--- Records shown Enclosed Below ---
/**
 * Every command line the app shows gives the numbers the app shows: the app's own request builders
 * (app/analysis/requests.ts) turn its forms into the options the worker gets and into the command line shown; the
 * line is split into words as a POSIX shell splits it, parsed by the CLI's parser and option readers, and must give
 * back the same options (with every default the analysis fills in filled in on both sides). Then the analysis runs on
 * a small rendered image with the app's options and with the parsed ones, and the two documents must be equal.
 *
 * Covered: orient, profile (texture and --source plate), plate, plate-pair, angle-series (with and without a channel
 * profile on the reading's field), diameter, calibrate (micrometer), fibre: every command the app shows.
 */
import { describe, it, expect } from 'vitest';
import { parseArgs, COMMON_OPTIONS, type ParsedArgs } from '../../src/cli/args.ts';
import { COMMANDS } from '../../src/cli/commands/index.ts';
import { orientOptionsFrom } from '../../src/cli/commands/orient.ts';
import { profileFrom } from '../../src/cli/commands/profile.ts';
import { plateOptionsFrom } from '../../src/cli/commands/plate.ts';
import { platePairOptionsFrom } from '../../src/cli/commands/platePair.ts';
import { angleSeriesFrom } from '../../src/cli/commands/angleSeries.ts';
import { diameterOptionsFrom } from '../../src/cli/commands/diameter.ts';
import { micrometerOptionsFrom } from '../../src/cli/commands/calibrate.ts';
import { fibreRequestFrom } from '../../src/cli/commands/fibre.ts';
import {
  analyseAngleSeries, analyseDiameter, analyseMicrometer, analyseOrientation, analysePlate, analysePlatePair, analyseProfile,
  fibreNumbersResult, COMPENSATOR_OFFSET_DEG, DEFAULT_ANGLES_DEG, DEFAULT_ILLUMINANT, OPTICS_LIMITS,
} from '../../src/analyses/index.ts';
import { MASK_LIMITS, TENSOR_LIMITS } from '../../src/orientation/index.ts';
import { PROFILE_LIMITS, snapWalls, parseWalls } from '../../src/channel/index.ts';
import { DEFAULT_WEIGHTING } from '../../src/order/index.ts';
import { DIAMETER_LIMITS } from '../../src/fibre/index.ts';
import { MICROMETER_OPTION_LIMITS } from '../../src/calibrate/index.ts';
import { renderSampleImage, resolveTrain, turnedTrain, type SampleRetarder } from '../../src/optics/index.ts';
import { makeImage, type Image } from '../../src/image/types.ts';
import type { Plane } from '../../src/common/plane.ts';
import { DEG } from '../../src/common/angles.ts';
import {
  diameterCommandLine, diameterOptionsOf, fibreCommandLine, fibreRequestOf, micrometerCommandLine, micrometerOptionsOf, opticalCommandLine,
  opticalRequestOf, orientCommandLine, orientOptionsOf, plateSourceOf, profileRequestOf, textureProfileCommandLine, withProfile,
  type FibreNumbersForm, type ImageChoice,
} from '../../app/analysis/requests.ts';
import { DEFAULT_DIAMETER_FORM, DEFAULT_OPTICAL_FORM, DEFAULT_SETTINGS, type AnalysisSettings, type OpticalForm } from '../../app/storage/records.ts';
import { grating } from '../support/synthetic.ts';
import { renderFibres } from '../fibre/render.ts';
import { renderRuler } from '../calibrate/render.ts';
import { shellWords } from '../support/shellWords.ts';

/** The line parsed as `retarda` parses it: its command, its file names and its options (no former names). */
function parsed(line: string): { command: string; files: string[]; a: ParsedArgs } {
  const [program, command, ...rest] = shellWords(line);
  expect(program).toBe('retarda');
  const cmd = COMMANDS.find((c) => c.name === command)!;
  expect(cmd, `${command} is a command`).toBeDefined();
  const a = parseArgs(rest, [...cmd.options, ...COMMON_OPTIONS]);
  expect(a.notices).toEqual([]);
  return { command, files: a.positionals, a };
}

/** Keys whose values are undefined are not there (an option left out and one given as undefined are the same). */
const defined = (o: object): Record<string, unknown> => JSON.parse(JSON.stringify(o, (_k, v) => (v === undefined ? undefined : v)));

/** The options with the analysis's defaults filled in where they are not given. */
const filled = (o: object, defaults: Record<string, unknown>): Record<string, unknown> => ({ ...defaults, ...defined(o) });

const TEXTURE_DEFAULTS = {
  sigmaPx: TENSOR_LIMITS.sigmaPx.default, sigmaDerivPx: TENSOR_LIMITS.sigmaDerivPx.default, derivative: 'gaussian',
  strengthFloor: MASK_LIMITS.strengthFloor.default, coherencyMin: MASK_LIMITS.coherencyMin.default, weighting: DEFAULT_WEIGHTING.texture,
};
const REQUEST_DEFAULTS = { bins: PROFILE_LIMITS.bins.default, stations: PROFILE_LIMITS.stations.default, coreMax: PROFILE_LIMITS.coreMax.default, skinMin: PROFILE_LIMITS.skinMin.default };
/** The optical defaults; the compensator axis defaults to the polariser's + 45 deg. */
function opticsFilled(o: object): Record<string, unknown> {
  const d = defined(o) as { polariserDeg?: number; profile?: Record<string, unknown> | null };
  const pol = d.polariserDeg ?? OPTICS_LIMITS.polariserDeg.default;
  const out = filled(d, {
    polariserDeg: pol, compensatorDeg: pol + COMPENSATOR_OFFSET_DEG, illuminant: DEFAULT_ILLUMINANT, retardanceMaxNm: OPTICS_LIMITS.retardanceMaxNm.default,
    retardanceMinNm: OPTICS_LIMITS.retardanceMinNm.default, sign: 'positive', match: 'lab', turnDeg: OPTICS_LIMITS.turnDeg.default,
    maxShiftPx: OPTICS_LIMITS.maxShiftPx.default, amplitudeFloor: OPTICS_LIMITS.amplitudeFloor.default, weighting: DEFAULT_WEIGHTING.optical,
    resolveMirror: false, anglesDeg: DEFAULT_ANGLES_DEG, profile: null,
  });
  if (d.profile) out.profile = filled(d.profile, { ...REQUEST_DEFAULTS, weighting: DEFAULT_WEIGHTING.optical });
  return out;
}

/** Result documents compared as JSON (NaN and null alike, as the command line prints them). */
const asJson = (v: unknown) => JSON.parse(JSON.stringify(v));

// Images: a grating (construction: stripes at 30 deg, period 6 px) for the texture, rendered compensator and
// crossed-polariser images of a -20 deg / 250 nm retarder beside a sample-free strip, a fibre and a ruler.
const W = 64, H = 48;
const g = grating(W, H, 30, 6);
const texture = makeImage({ width: W, height: H, channels: 1, planes: [g.data], bitDepth: 32, encoding: 'linear', source: { name: 'run 1.tif' } });
const sample = (x: number): SampleRetarder => (x < 10 ? { angleRad: 0, retardanceNm: 0 } : { angleRad: -20 * DEG, retardanceNm: 250 });
const cam = { gains: [1, 1, 1] as [number, number, number], exposure: 0.75 };
const train = resolveTrain();
const plateA = { ...renderSampleImage(40, 24, (x) => sample(x), train, { noiseSd: 0.003, seed: 1, camera: cam }), source: { name: 'plate "a".png' } };
const plateB = { ...renderSampleImage(40, 24, (x) => sample(x), turnedTrain(train, 45), { noiseSd: 0.003, seed: 2, camera: cam }), source: { name: 'plate b.png' } };
const angleImages = [0, 22.5, 45, 67.5].map((a, k) => ({
  ...renderSampleImage(40, 24, (x) => sample(x), { polariserDeg: a, analyserDeg: a + 90, compensator: null }, { noiseSd: 0.002, seed: 5 + k, camera: cam }),
  source: { name: `q${k} $x.png` },
}));
const grey = (p: Plane, name: string): Image => makeImage({ width: p.width, height: p.height, channels: 1, planes: [p.data], bitDepth: 16, encoding: 'linear', source: { name } });
const fibre = grey(renderFibres({ width: 120, height: 100, noiseSd: 0.005, fibres: [{ cx: 60, cy: 50, angleDeg: 30, widthPx: 14, contrast: -0.4 }] }), 'fibre.png');
const ruler = grey(renderRuler({ width: 300, height: 120, periodPx: 14.3, linesDeg: 92, contrast: -0.4, noiseSd: 0.01 }), 'ruler.png');

const images: ImageChoice['images'] = [plateA, plateB, ...angleImages].map((img, k) => ({ id: `i${k}`, name: img.source.name }));
const imageById = (id: string): Image => [plateA, plateB, ...angleImages][Number(id.slice(1))];
const choice: ImageChoice = { images, activeId: 'i0' };

const settingsVariants: AnalysisSettings[] = [
  DEFAULT_SETTINGS,
  { ...DEFAULT_SETTINGS, sigmaPx: 3.5, weighting: 'strength-coherency', axisDeg: 15, bins: 12, stations: 2, coreMax: 0.4, skinMin: 0.7 },
  { ...DEFAULT_SETTINGS, sigmaPx: 1.5, weighting: 'none', axisDeg: -30.25, bins: 8 },
];

describe('orient and profile: the app\'s command lines parse back into the options it ran', () => {
  it('orient', async () => {
    for (const s of settingsVariants) {
      const o = orientOptionsOf(s);
      const { files, a } = parsed(orientCommandLine(texture.source.name, o));
      expect(files).toEqual([texture.source.name]);
      const back = orientOptionsFrom(a);
      expect(filled(back, TEXTURE_DEFAULTS)).toEqual(filled(o, TEXTURE_DEFAULTS));
      expect(asJson((await analyseOrientation(texture, back)).result)).toEqual(asJson((await analyseOrientation(texture, o)).result));
    }
  });

  it('profile on the texture field, on walls drawn (kept to 0.1 px) and on walls found', async () => {
    const drawn = snapWalls(parseWalls('2.345,4.04,61.96,5.5;2,43.21,62.5,42.987'));
    for (const s of settingsVariants) {
      for (const found of [false, true]) {
        const request = profileRequestOf(s, drawn, found, true);
        const line = textureProfileCommandLine(texture.source.name, orientOptionsOf(s), request);
        const { files, a } = parsed(line);
        expect(files).toEqual([texture.source.name]);
        const back = profileFrom(a);
        expect(back.source.kind).toBe('texture');
        const tex = back.source.kind === 'texture' ? back.source.texture : {};
        expect(filled(tex, TEXTURE_DEFAULTS)).toEqual(filled({ sigmaPx: s.sigmaPx }, TEXTURE_DEFAULTS));
        const textureRequest = { ...REQUEST_DEFAULTS, weighting: DEFAULT_WEIGHTING.texture };
        expect(filled(back.request, textureRequest)).toEqual(filled(request, textureRequest));
        if (!found) {
          const field = (await analyseOrientation(texture, { sigmaPx: s.sigmaPx })).field;
          const fieldBack = (await analyseOrientation(texture, tex)).field;
          expect(asJson(await analyseProfile(texture, fieldBack, back.request))).toEqual(asJson(await analyseProfile(texture, field, request)));
        }
      }
    }
  });
});

const form = (c: Partial<OpticalForm>): OpticalForm => ({ ...DEFAULT_OPTICAL_FORM, ...c });
const plateForms = [
  form({}),
  form({ background: '0,0,10,24', axisDeg: '45', sampleRetardanceNm: '250', sampleRetardanceToleranceNm: '30', match: 'chroma' }),
  form({ compensatorNm: '560', compensatorDeg: '50', polariserDeg: '5', illuminant: 'D65', retardanceMaxNm: '600', sign: 'negative', resolveMirror: true, background: '1,2,8,20' }),
];

describe('the optical readings: the app\'s command lines parse back into the options it ran', () => {
  it('plate (one compensator image), and a profile on its field (profile --source plate)', async () => {
    const request = { channel: parseWalls('10,2,39,2;10,21,39,21'), bins: 4, stations: 1, coreMax: 0.5, skinMin: 0.8 };
    for (const f of plateForms) {
      const r = opticalRequestOf('plate', f, choice);
      if (r.kind !== 'plate') throw new Error('a plate reading');
      const { command, files, a } = parsed(opticalCommandLine(r));
      expect([command, files]).toEqual(['plate', [plateA.source.name]]);
      const back = plateOptionsFrom(a);
      expect(opticsFilled(back)).toEqual(opticsFilled({ ...r.options, profile: null }));
      expect(asJson((await analysePlate(plateA, back)).result)).toEqual(asJson((await analysePlate(plateA, { ...r.options, profile: null })).result));

      const p = parsed(opticalCommandLine(r, request));
      expect([p.command, p.files]).toEqual(['profile', [plateA.source.name]]);
      const pb = profileFrom(p.a);
      expect(pb.source.kind).toBe('plate');
      if (pb.source.kind !== 'plate') throw new Error('a plate source');
      expect(opticsFilled(pb.source.plate)).toEqual(opticsFilled(plateSourceOf(r.options)));
      const opticalRequest = { ...REQUEST_DEFAULTS, weighting: DEFAULT_WEIGHTING.optical };
      expect(filled(pb.request, opticalRequest)).toEqual(filled(request, opticalRequest));
    }
  });

  it('plate-pair, with and without a profile on its field', async () => {
    const forms = [form({}), form({ background: '0,0,10,24', turnDeg: '-45', axisDeg: '12', retardanceMaxNm: '700' }), form({ imageB: 'i1', compensatorNm: '545' })];
    const request = { channel: parseWalls('10,2,39,2;10,21,39,21'), bins: 4, stations: 1, coreMax: 0.5, skinMin: 0.8 };
    for (const f of forms) {
      const r = opticalRequestOf('plate-pair', f, choice);
      if (r.kind !== 'plate-pair') throw new Error('a plate pair');
      for (const profile of [undefined, request]) {
        const { command, files, a } = parsed(opticalCommandLine(r, profile));
        expect([command, files]).toEqual(['plate-pair', [plateA.source.name, plateB.source.name]]);
        const sent = profile ? withProfile(r.options, profile) : { ...r.options, profile: null };
        const back = platePairOptionsFrom(a);
        expect(opticsFilled(back)).toEqual(opticsFilled(sent));
        if (!profile) expect(asJson((await analysePlatePair(plateA, plateB, back)).result)).toEqual(asJson((await analysePlatePair(plateA, plateB, sent)).result));
      }
    }
  });

  it('angle-series, with a compensator image and other angles, with and without a profile on its field', async () => {
    const forms = [
      form({}),
      form({ quadAngles: ['0', '30', '60', '90'], quadPlate: 'i0', quadPlateBackground: '0,0,10,24', axisDeg: '-20', polariserDeg: '0' }),
    ];
    const request = { autoWalls: true, bins: 6, stations: 2, coreMax: 0.45, skinMin: 0.75 };
    for (const f of forms) {
      const r = opticalRequestOf('angle-series', form({ ...f, quadImages: ['i2', 'i3', 'i4', 'i5'] }), choice);
      if (r.kind !== 'angle-series') throw new Error('an angle series');
      for (const profile of [undefined, request]) {
        const { command, files, a } = parsed(opticalCommandLine(r, profile));
        expect([command, files]).toEqual(['angle-series', angleImages.map((i) => i.source.name)]);
        const back = angleSeriesFrom(a);
        expect(back.files.plate).toBe(r.plateName);
        const sent = profile ? withProfile(r.options, profile) : { ...r.options, profile: null };
        expect(opticsFilled(back.options)).toEqual(opticsFilled(sent));
        if (!profile) {
          const plate = r.plateKey ? imageById(r.plateKey) : undefined;
          expect(asJson((await analyseAngleSeries(angleImages, { ...back.options, plate })).result))
            .toEqual(asJson((await analyseAngleSeries(r.keys.map(imageById), { ...sent, plate })).result));
        }
      }
    }
  });
});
--- End of Enclosed Records shown ---
_Exercise goal:_ Give the total number of lines in the entries that contain the word "profileFrom", with no other words.

_Result:_ 3